I'm looking for a relatively simple program that allows you to take a group of photographs and resize them as a group to a standard/set size. Allowing me to selectively crop would also be nice.

I use Corel for post-processing and I know both Photoshop and Corel allow for creating scripts to do a similar thing, however, I was wondering if there was a freeware or shareware program out there that might be a little simpler and easier to use to accomplish the same task.

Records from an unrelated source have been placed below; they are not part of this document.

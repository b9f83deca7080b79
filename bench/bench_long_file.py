"""Speed and peak memory of the audio stage's per-file work on one long recording.

Generates (in a temporary folder) a recording of ``--minutes`` minutes at 48 kHz
stereo, 16-bit WAV: espeak-ng sentences in several voices, looped with pauses of
0.2 to 2.5 s over a -60 dBFS noise floor. Then runs ``pipeline.stages.audio_file.condition_file``
on it in a fresh child process and reports wall time, times real time, and the
child's peak resident memory (``bench.memory.peak_rss_mb``), next to the same child doing only its
imports. Prints a table, then the same figures as one JSON line.

    python bench/bench_long_file.py            # 60 minutes, as in the issue
    python bench/bench_long_file.py --minutes 5 --json out.json
"""

from __future__ import annotations

import argparse
import hashlib
import json
import shutil
import subprocess
import sys
import tempfile
import time
from pathlib import Path

import numpy as np
import soundfile as sf
import soxr

REPO = Path(__file__).resolve().parent.parent
RATE = 48000
LINES = [
    "the ferry leaves the harbour at seven and comes back before the evening tide",
    "nets are mended on the quay while the gulls wait on the warm stones",
    "a lamp is lit in the tower when the fog rolls in from the open sea",
    "the baker sends bread to the island every morning on the first boat",
    "children count the buoys that bob along the channel near the point",
    "when the wind turns north the small boats stay inside the breakwater",
]
VOICES = ["en-us", "en", "en-us+f3", "en+m3"]

CHILD = r"""
import json, sys, time
from bench.memory import peak_rss_mb
t0 = time.perf_counter()
from pipeline.stages import audio_file
from pipeline.core.config import build_config
if sys.argv[1] == "imports-only":
    import pipeline.signal.bandwidth, pipeline.signal.fingerprint, pipeline.signal.loudness, pipeline.signal.snr, soundfile, soxr, _webrtcvad  # what the work imports
    print(json.dumps({"rss_mb": peak_rss_mb()}))
    raise SystemExit
row, source, out = json.loads(sys.argv[2]), sys.argv[3], sys.argv[4]
cfg = build_config({}).audio
job = audio_file.AudioJob(row, source, out, out + "/tmp", cfg)
t1 = time.perf_counter()
outcome = audio_file.condition_file(job)
t2 = time.perf_counter()
print(json.dumps({
    "seconds": t2 - t1, "import_seconds": t1 - t0,
    "clips": len(outcome.rows), "rejects": [r["reason"] for r in outcome.rejects],
    "details": [r["detail"] for r in outcome.rejects][:3],
    "clip_seconds": sum(r["duration_s"] for r in outcome.rows),
    "rss_mb": peak_rss_mb(),
}))
"""


def voices(folder: Path) -> list[np.ndarray]:
    """Each line in each voice, at 48 kHz."""
    out = []
    for v, voice in enumerate(VOICES):
        for i, line in enumerate(LINES):
            path = folder / f"v{v}_{i}.wav"
            subprocess.run(["espeak-ng", "-v", voice, "-w", str(path), line], check=True, capture_output=True)
            samples, rate = sf.read(path, dtype="float64")
            out.append(soxr.resample(samples, rate, RATE))
            path.unlink()
    return out


def make_recording(path: Path, *, minutes: float, seed: int = 2026) -> float:
    """Write the long recording chunk by chunk (never whole in memory); returns seconds."""
    rng = np.random.default_rng(seed)
    with tempfile.TemporaryDirectory() as tmp:
        takes = voices(Path(tmp))
    total = int(minutes * 60 * RATE)
    written = 0
    with sf.SoundFile(path, "w", samplerate=RATE, channels=2, format="WAV", subtype="PCM_16") as fh:
        while written < total:
            take = takes[int(rng.integers(len(takes)))] * rng.uniform(0.3, 0.8)
            pause = np.zeros(int(rng.uniform(0.2, 2.5) * RATE))
            mono = np.concatenate([take, pause])[: total - written]
            floor = rng.standard_normal((len(mono), 2)) * 10 ** (-60 / 20)
            fh.write(np.stack([mono, 0.8 * mono], axis=1) + floor)
            written += len(mono)
    return written / RATE


def run_child(*args: str) -> tuple[dict, float]:
    """Run the child; its JSON and wall seconds."""
    start = time.perf_counter()
    done = subprocess.run([sys.executable, "-c", CHILD, *args], capture_output=True, text=True, cwd=REPO)
    wall = time.perf_counter() - start
    if done.returncode != 0:
        raise SystemExit(f"bench child failed:\n{done.stderr[-3000:]}")
    return json.loads(done.stdout.strip().splitlines()[-1]), wall


def main() -> None:
    parser = argparse.ArgumentParser(description=__doc__.split("\n")[0])
    parser.add_argument("--minutes", type=float, default=60.0)
    parser.add_argument("--json", type=Path, help="also write the figures to this file")
    parser.add_argument("--keep", type=Path, help="build in this folder and keep it (default: a temporary one)")
    args = parser.parse_args()

    folder = args.keep or Path(tempfile.mkdtemp(prefix="loam-bench-long-"))
    folder.mkdir(parents=True, exist_ok=True)
    try:
        raw = folder / "raw" / "harbour"
        raw.mkdir(parents=True, exist_ok=True)
        source = raw / "night-shift.wav"
        t = time.perf_counter()
        seconds = make_recording(source, minutes=args.minutes)
        generate_s = time.perf_counter() - t
        digest = hashlib.sha256(source.read_bytes()).hexdigest() if args.minutes <= 10 else _sha256(source)
        row = {"source_id": f"night-shift-{digest[:10]}", "source_path": "harbour/night-shift.wav",
               "speaker": "harbour", "sha256": digest, "transcript": None}

        base, _ = run_child("imports-only")
        res, wall = run_child("work", json.dumps(row), str(source), str(folder / "out"))
        figures = {
            "audio_minutes": seconds / 60,
            "source": "48 kHz stereo PCM_16 WAV",
            "source_mb": source.stat().st_size / 2**20,
            "generate_s": generate_s,
            "condition_file_s": res["seconds"],
            "child_wall_s": wall,
            "x_real_time": seconds / res["seconds"],
            "clips": res["clips"],
            "clip_minutes": res["clip_seconds"] / 60,
            "rejected_segments": len(res["rejects"]),
            "peak_rss_mb": res["rss_mb"],
            "imports_only_rss_mb": base["rss_mb"],
            "limit_mb": 500,
        }
        rows = [
            ("audio", f"{figures['audio_minutes']:.1f} min, {figures['source']}, {figures['source_mb']:.0f} MB"),
            ("condition_file", f"{figures['condition_file_s']:.1f} s ({figures['x_real_time']:.0f}x real time)"),
            ("clips written", f"{figures['clips']} ({figures['clip_minutes']:.1f} min); {figures['rejected_segments']} segments rejected"),
            ("peak RSS (child)", f"{figures['peak_rss_mb']:.0f} MB (VmHWM; imports alone {figures['imports_only_rss_mb']:.0f} MB)"),
            ("limit", f"{figures['limit_mb']} MB: {'ok' if figures['peak_rss_mb'] < 500 else 'EXCEEDED'}"),
        ]
        width = max(len(k) for k, _ in rows)
        for key, value in rows:
            print(f"{key:<{width}}  {value}")
        if res["rejects"]:
            print("first rejects:", *res["details"], sep="\n  ")
        print(json.dumps(figures, sort_keys=True))
        if args.json:
            args.json.write_text(json.dumps(figures, indent=2, sort_keys=True) + "\n")
    finally:
        if args.keep is None:
            shutil.rmtree(folder, ignore_errors=True)


def _sha256(path: Path) -> str:
    sys.path.insert(0, str(REPO))
    from pipeline.core.fsio import sha256_file

    return sha256_file(path)


if __name__ == "__main__":
    main()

I found a few things that look like they might work however; I hate downloading multiple trial versions of software, and then deleting them, leaving bits and pieces of the programs everywhere. I was just wondering if somebody already knew of a nice program for doing this, and if they would be so kind as to share that information.


Thank you, Ralph


----------



## Big Mike (Nov 15, 2010)

Have a look at Irfanview.  It's a very lightweight program that has some great batch abilities.  I'm not sure about the cropping though.


----------



## RalphP13 (Nov 15, 2010)

Thanks. I'll take a look at that one.


Ralph


----------



## RalphP13 (Nov 16, 2010)

Still looking for suggestions.


----------



## rainking (Nov 16, 2010)

My windows live photo gallery can do batch resizing. I'm using windows 7.


----------



## nanhi (Nov 16, 2010)

The free Visualizer Photo Resize is a great software. Pretty quick to. I have had friends unable to distinguish sharpness of blown up photos that were resized down by ten (10) times.
Grab it till it is still free for personal use.


----------



## MLeeK (Nov 25, 2012)

doroty74 said:


> RalphP13 said:
> 
> 
> > I'm looking for a relatively simple program that allows you to take a group of photographs and resize them as a group to a standard/set size. Allowing me to selectively crop would also be nice.
> ...


This post is 2 years old.


----------



## Tee (Nov 25, 2012)

But to a spammer, it's like winning the lottery to be able to pimp their product.


----------



## dbvirago (Nov 25, 2012)

Two years ago, I used LR2 for this. Now I use LR4.


----------